Ask HN: Are the new TLDs bad for business? - erdaniels
I’ve noticed an increasing amount of generic TLDs being created. There are generic ones owned by obscure companies like .band and then others like .beauty owned by L’Oréal. In the former case, this feels like squatting and in the latter, monopolization on a whole namespace. In either case, it takes an exorbitant amount of money for the average person or company to get a generic TLD. What are people’a thoughts on the process for getting a TLD when it comes to pricing and the rules? Personally, I’m worried that we will have a polluted namespace with confusion about the legitimacy of certain TLDs.<p>Reference: https:&#x2F;&#x2F;en.m.wikipedia.org&#x2F;wiki&#x2F;List_of_Internet_top-level_domains
======
newscracker
Here's my personal, not so useful take on this. At some point, there will be
some confusion with so many TLDs and names (if it's not there already). This
is why it's more important to worry about your brand name being unique or
recognizable first and then worry about which TLDs to use. Marketing should
take care of surfacing your domain.TLD in searches and social media.

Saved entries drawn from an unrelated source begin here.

/** Unpacks `file` into `staging`, hashing every entry; never writes outside `staging`. */
async function unpack(file: string, staging: string): Promise<Unpacked> {
  const head = await firstBytes(file, 5);
  if (head.toString('latin1') === 'PGDMP') return { manifest: null, got: new Map(), legacy: { kind: 'postgres', path: file } };
  if (head.length < 2 || head[0] !== 0x1f || head[1] !== 0x8b)
    throw new BackupError(`${file} is not a Coilpath backup (expected a .tar.gz).`);

  // A data-directory dump from before manifests is itself a .tar.gz whose entries are PostgreSQL's files.
  let legacy = false;
  let first = true;
  const got = new Map<string, { bytes: number; sha256: string }>();
  let manifestText = '';
  const input = createReadStream(file);
  const gunzip = createGunzip();
  input.on('error', (e) => gunzip.destroy(e));
  try {
    await readTar(input.pipe(gunzip), async ({ name, content }) => {
      if (first) {
        first = false;
        if (!allowedEntry(name)) {
          legacy = true;
          throw new LegacyBackup();
        }
      }
      if (!allowedEntry(name)) throw new BackupError(`${file} holds an entry Coilpath backups do not have (${name}); it was not restored.`);
      if (got.has(name)) throw new BackupError(`${file} holds ${name} twice; it was not restored.`);
      const hash = createHash('sha256');
      let bytes = 0;
      if (name === MANIFEST) {
        const parts: Buffer[] = [];
        for await (const c of content) {
          bytes += c.length;
          if (bytes > 256 * 1024 * 1024) throw new BackupError(`The manifest of ${file} is implausibly large; it was not restored.`);
          hash.update(c);
          parts.push(c);
        }
        manifestText = Buffer.concat(parts).toString('utf8');
      } else {
        const path = join(staging, name);
        mkdirSync(dirname(path), { recursive: true });
        const ws = createWriteStream(path, { mode: name === SECRET_FILE ? 0o600 : 0o644 });
        await pipeline(
          (async function* () {
            for await (const c of content) {
              bytes += c.length;
              hash.update(c);
              yield c;
            }
          })(),
          ws,
        );
      }
      got.set(name, { bytes, sha256: hash.digest('hex') });
    });
  } catch (e) {
    if (e instanceof LegacyBackup || legacy) return { manifest: null, got, legacy: { kind: 'pglite', path: file } };
    if (e instanceof TarError) throw new BackupError(`${file} is damaged: ${e.message} Nothing was restored.`);
    if ((e as { code?: string }).code === 'Z_DATA_ERROR' || (e as { code?: string }).code === 'Z_BUF_ERROR')
      throw new BackupError(`${file} is damaged (its compression is broken). Nothing was restored.`);
    throw e;
  } finally {
    input.destroy();
    gunzip.destroy();
  }
  if (!manifestText) throw new BackupError(`${file} has no manifest.json: it is incomplete. Nothing was restored.`);
  let parsed: unknown;
  try {
    parsed = JSON.parse(manifestText);
  } catch {
    throw new BackupError(`The manifest of ${file} is not valid JSON. Nothing was restored.`);
  }
  const manifest = manifestSchema.safeParse(parsed);
  if (!manifest.success)
    throw new BackupError(
      `The manifest of ${file} is not one Coilpath writes (${manifest.error.issues[0]?.path.join('.')}). Nothing was restored.`,
    );
  return { manifest: manifest.data, got };
}
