import { lazy, Suspense, useCallback, useEffect, useMemo, useState, type ReactNode } from 'react';
import { useSearchParams } from 'react-router-dom';
import { ChevronLeft, ChevronRight, Eye, EyeOff, PanelRightClose, PanelRightOpen, Plus, Scale } from 'lucide-react';
import type { Booking, TechnicianDayLoad, WorkOrder } from '@coilpath/contract';
import { weekdays } from '@coilpath/contract/vocabulary';
import { workOrderLabel } from '@coilpath/contract/work-orders';
import { useBranch } from '@/lib/branch';
import { Button } from '@/components/ui/button';
import { Card, PageHeader } from '@/components/ui/page';
import { EmptyState, ErrorState, LoadingState } from '@/components/ui/states';
import { useNotify } from '@/components/ui/notices';
import { errorMessage } from '@/lib/api-client';
import { todayInZone, viewerZoneDiffers, zoneAbbreviation } from '@/lib/format';
import { isStale, useBookings, useCreateBooking, useLoad, useTechnicians, useUnplaced, useUpdateBooking } from './api';
import {
  addDays,
  cellKey,
  daysRange,
  dayShort,
  groupBookings,
  mondayOf,
  rosterViews,
  stepDate,
  viewDays,
  viewTitle,
  weekOf,
  type RosterView,
} from './board';
import { TechBoard } from './board-view';
import { BookDialog, type BookInitial } from './book-dialog';
import { BookingDialog, type BookingEdit } from './booking-dialog';
import { EvenOutDialog } from './even-out-dialog';
import { LoadGauge } from './load-gauge';
import { bookingSummary, certLabel, TechSwatch } from './parts';
import { refusedRules } from './rules';
import { UnplacedQueue } from './unplaced-queue';
import { WorkOrderDialog } from './work-order-dialog';
import { fromWallClock, instantToLocal, localToInstant, toWallClock, wallDate } from './zone';
import { appNowMs } from '@/lib/now';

If you don't have a business with profit in hundreds of millions of dollars a
year (or revenues in billions of dollars a year with no profit), then you
should just go with whatever domain and TLD you get, preferring the originals,
like .com and .net, then preferring any ccTLDs, and then preferring other
TLDs. I don't think many common people recognize and understand that something
like .google or .amazon is really a website address. Don't worry about the
TLDs that you cannot get because of the price or because it's being squatted.

If you do have a business with profit in hundreds of millions of dollars a
year (or revenues in billions of dollars a year with no profit), spend a low
fraction of a digit percent of it on brand management by engaging a company
that can help you figure out the right mix of domain name, brand value, which
squatted domain to buy, how to buy it for cheaper, etc.